Commit Graph

162 Commits

Author SHA1 Message Date
tehut
55523ecf8e Add NodeMaxAllocations to client configuration (#25785)
* Set MaxAllocations in client config
Add NodeAllocationTracker struct to Node struct
Evaluate MaxAllocations in AllocsFit function
Set up cli config parsing
Integrate maxAllocs into AllocatedResources view
Co-authored-by: Tim Gross <tgross@hashicorp.com>

---------

Co-authored-by: Tim Gross <tgross@hashicorp.com>
2025-05-22 12:49:27 -07:00
Daniel Bennett
15c01e5a49 ipv6: normalize addrs per RFC-5942 §4 (#25921)
https://datatracker.ietf.org/doc/html/rfc5952#section-4

* copy NormalizeAddr func from vault
  * PRs hashicorp/vault#29228 & hashicorp/vault#29517
* normalize bind/advertise addrs
* normalize consul/vault addrs
2025-05-22 14:21:30 -04:00
James Rasell
0b265d2417 encrypter: Track initial tasks for is ready calculation. (#25803)
The server startup could "hang" to the view of an operator if it
had a key that could not be decrypted or replicated loaded from
the FSM at startup.

In order to prevent this happening, the server startup function
will now use a timeout to wait for the encrypter to be ready. If
the timeout is reached, the error is sent back to the caller which
fails the CLI command. This bubbling of error message will also
flush to logs which will provide addition operator feedback.

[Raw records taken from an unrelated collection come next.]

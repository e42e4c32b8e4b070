"""Any load document that the page which declares a load can carry, for the tests of both directions."""

from typing import Any

from hypothesis import strategies as st

from tests.pure.loads.making import twin

SEATS = tuple(seat.id for seat in twin().seats)
TANKS = tuple(tank.id for tank in twin().tanks)
DEPARTURE = "2026-12-01T08:30:00-06:00"
WEIGHT_UNITS = st.sampled_from(("lb", "kg"))
FUEL_UNITS = st.sampled_from(("US gal", "imp gal", "l", "lb", "kg"))
DENSITY_UNITS = st.sampled_from(("lb/US gal", "kg/l", "kg/US gal", "lb/imp gal"))
HOWS = st.sampled_from(("weighed", "declared", "estimated"))

# What the reader of documents takes for a text: something to see, no controls, no blanks at the ends.
texts = (
    st.text(st.characters(blacklist_categories=("C", "Z"), whitelist_characters=" "), min_size=1, max_size=20)
    .map(str.strip)
    .filter(bool)
)
figures = st.decimals(0, 99999, places=2).map(str) | st.integers(0, 99999).map(str)


def _quantities(units: st.SearchStrategy[str]) -> st.SearchStrategy[dict[str, str]]:
    return st.fixed_dictionaries({"value": figures, "unit": units})


@st.composite
def _people(draw: st.DrawFn) -> tuple[list[dict[str, Any]], list[dict[str, Any]]]:
    crew: list[dict[str, Any]] = []
    passengers: list[dict[str, Any]] = []
    for seat in SEATS:
        kind = draw(st.sampled_from(("empty", "crew", "passenger", "standard")))
        if kind == "empty":
            continue
        unit = draw(WEIGHT_UNITS)
        person: dict[str, Any] = {"name": draw(texts), "seat": seat}
        if kind == "standard":
            person |= {"how": "standard"}
        else:
            person |= {"how": draw(HOWS), "weight": draw(_quantities(st.just(unit)))}
        person |= draw(st.fixed_dictionaries({}, optional={"category": texts}))
        if kind == "crew":
            person |= {"position": draw(st.sampled_from(("pilot in command", "second pilot")) | texts)}
            crew.append(person | draw(st.fixed_dictionaries({}, optional={"person": texts})))
            continue
        own = _quantities(st.just(unit))
        infant = st.fixed_dictionaries({"name": texts}, optional={"weight": own, "how": HOWS})
        passengers.append(person | draw(st.fixed_dictionaries({}, optional={"lap_infant": infant})))
    return crew, passengers


@st.composite
def _fuel(draw: st.DrawFn) -> dict[str, Any]:
    units = {tank: draw(FUEL_UNITS) for tank in TANKS}
    held = {tank: _quantities(st.just(unit)) for tank, unit in units.items()}
    return {
        "density": draw(_quantities(DENSITY_UNITS)) | {"source": draw(texts)},
        "at_engine_start": draw(st.fixed_dictionaries({}, optional=held)),
        "not_usable": draw(st.fixed_dictionaries({}, optional=held)),
        **{name: draw(_quantities(FUEL_UNITS)) for name in ("taxi", "trip", "minimum_at_landing")},
    }


@st.composite
def documents(draw: st.DrawFn) -> dict[str, Any]:
    """This strategy will draw documents whose people stand in the order of the seats, as the page writes
    them; whether a load makes sense is not asked.
    """
    crew, passengers = draw(_people())
    weights = _quantities(WEIGHT_UNITS)
    item = {"kind": texts, "what": texts, "place": texts, "how": HOWS}
    limit = {"at": st.sampled_from(("take-off", "landing")), "weight": weights, "source": texts}
    words = ("reference", "origin", "destination", "operation")
    return {
        "schema": "tarebook.load/1",
        "aircraft": draw(texts),
        "configuration": draw(texts),
        "flight": {word: draw(texts) for word in words}
        | {"leg": draw(st.integers(1, 99)), "departure": DEPARTURE},
        "persons_on_board": draw(st.integers(1, 99)),
        "crew": crew,
        "passengers": passengers,
        "items": draw(st.lists(st.fixed_dictionaries(item, optional={"weight": weights}), max_size=5)),
        "fuel": draw(_fuel()),
        "limits": draw(st.lists(st.fixed_dictionaries(limit), max_size=3)),
    }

The server only cares about keys loaded from the FSM snapshot and
trailing logs before the encrypter should be classed as ready. So
that the encrypter ready function does not get blocked by keys
added outside of the initial Raft load, we take a snapshot of the
decryption tasks as we enter the blocking call, and class these as
our barrier.
2025-05-07 15:38:16 +01:00
Michael Smithhisler
5c4d0e923d consul: Remove legacy token based authentication workflow (#25217) 2025-03-05 15:38:11 -05:00
James Rasell
7268053174 vault: Remove legacy token based authentication workflow. (#25155)
The legacy workflow for Vault whereby servers were configured
using a token to provide authentication to the Vault API has now
been removed. This change also removes the workflow where servers
were responsible for deriving Vault tokens for Nomad clients.

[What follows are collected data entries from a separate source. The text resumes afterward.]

"""The ruler of a check: its ends are the limits, the triangle is the load."""

import xml.etree.ElementTree as ET

from loads.manifest.ruler import ruler


def _check(actual, limit, low=None):
    return {"actual": actual, "limit": limit, "low": low}


def _place_and_ends(drawing):
    drawn = ET.fromstring(drawing)  # noqa: S314  # our own drawing
    tag = "{http://www.w3.org/2000/svg}"
    triangle = drawn.find(f"{tag}polygon").get("points").split()[0].split(",")[0]
    ends = [float(each.get("x1")) for each in drawn.iter(f"{tag}line") if each.get("stroke-width") == "1.6"]
    return float(triangle), ends


def test_a_load_within_stands_between_the_ends_in_proportion() -> None:
    place, (low, high) = _place_and_ends(ruler(_check("130", "140", "100")))

    assert abs((place - low) / (high - low) - 0.75) < 0.001


def test_an_upper_limit_alone_is_measured_from_zero() -> None:
    place, (low, high) = _place_and_ends(ruler(_check("30", "120")))

    assert abs((place - low) / (high - low) - 0.25) < 0.001


def test_a_load_beyond_a_limit_stands_beyond_its_end() -> None:
    place, (low, high) = _place_and_ends(ruler(_check("150", "140", "100")))
    under, (bottom, _top) = _place_and_ends(ruler(_check("90", "140", "100")))

    assert place > high > low
    assert under < bottom


def test_without_two_ends_or_an_actual_there_is_none() -> None:
    assert ruler(_check("150", None, "100")) == ""
    assert ruler(_check(None, "140", "100")) == ""
    assert ruler(_check("0", "0")) == ""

The deprecated Vault config options used byi the Nomad agent have
all been removed except for "token" which is still in use by the
Vault Transit keyring implementation.

Job specification authors can no longer use the "vault.policies"
parameter and should instead use "vault.role" when not using the
default workload identity.

---------

Co-authored-by: Tim Gross <tgross@hashicorp.com>
Co-authored-by: Aimee Ukasick <aimee.ukasick@hashicorp.com>
2025-02-28 07:40:02 +00:00
Tim Gross
7b89c0ee28 template: fix client's default retry configuration (#25113)
In #20165 we fixed a bug where a partially configured `client.template` retry
block would set any unset fields to nil instead of their default values. But
this patch introduced a regression in the default values, so we were now
defaulting to unlimited retries if the retry block was unset. Restore the
correct behavior and add better test coverage at both the config parsing and
template configuration code.

Ref: https://github.com/hashicorp/nomad/pull/20165
Ref: https://github.com/hashicorp/nomad/issues/23305#issuecomment-2643731565
2025-02-14 09:25:41 -05:00
James Rasell
7d48aa2667 client: emit optional telemetry from prerun and prestart hooks. (#24556)
The Nomad client can now optionally emit telemetry data from the
prerun and prestart hooks. This allows operators to monitor and
alert on failures and time taken to complete.

The new datapoints are:
  - nomad.client.alloc_hook.prerun.success (counter)
  - nomad.client.alloc_hook.prerun.failed (counter)
  - nomad.client.alloc_hook.prerun.elapsed (sample)

  - nomad.client.task_hook.prestart.success (counter)
  - nomad.client.task_hook.prestart.failed (counter)
  - nomad.client.task_hook.prestart.elapsed (sample)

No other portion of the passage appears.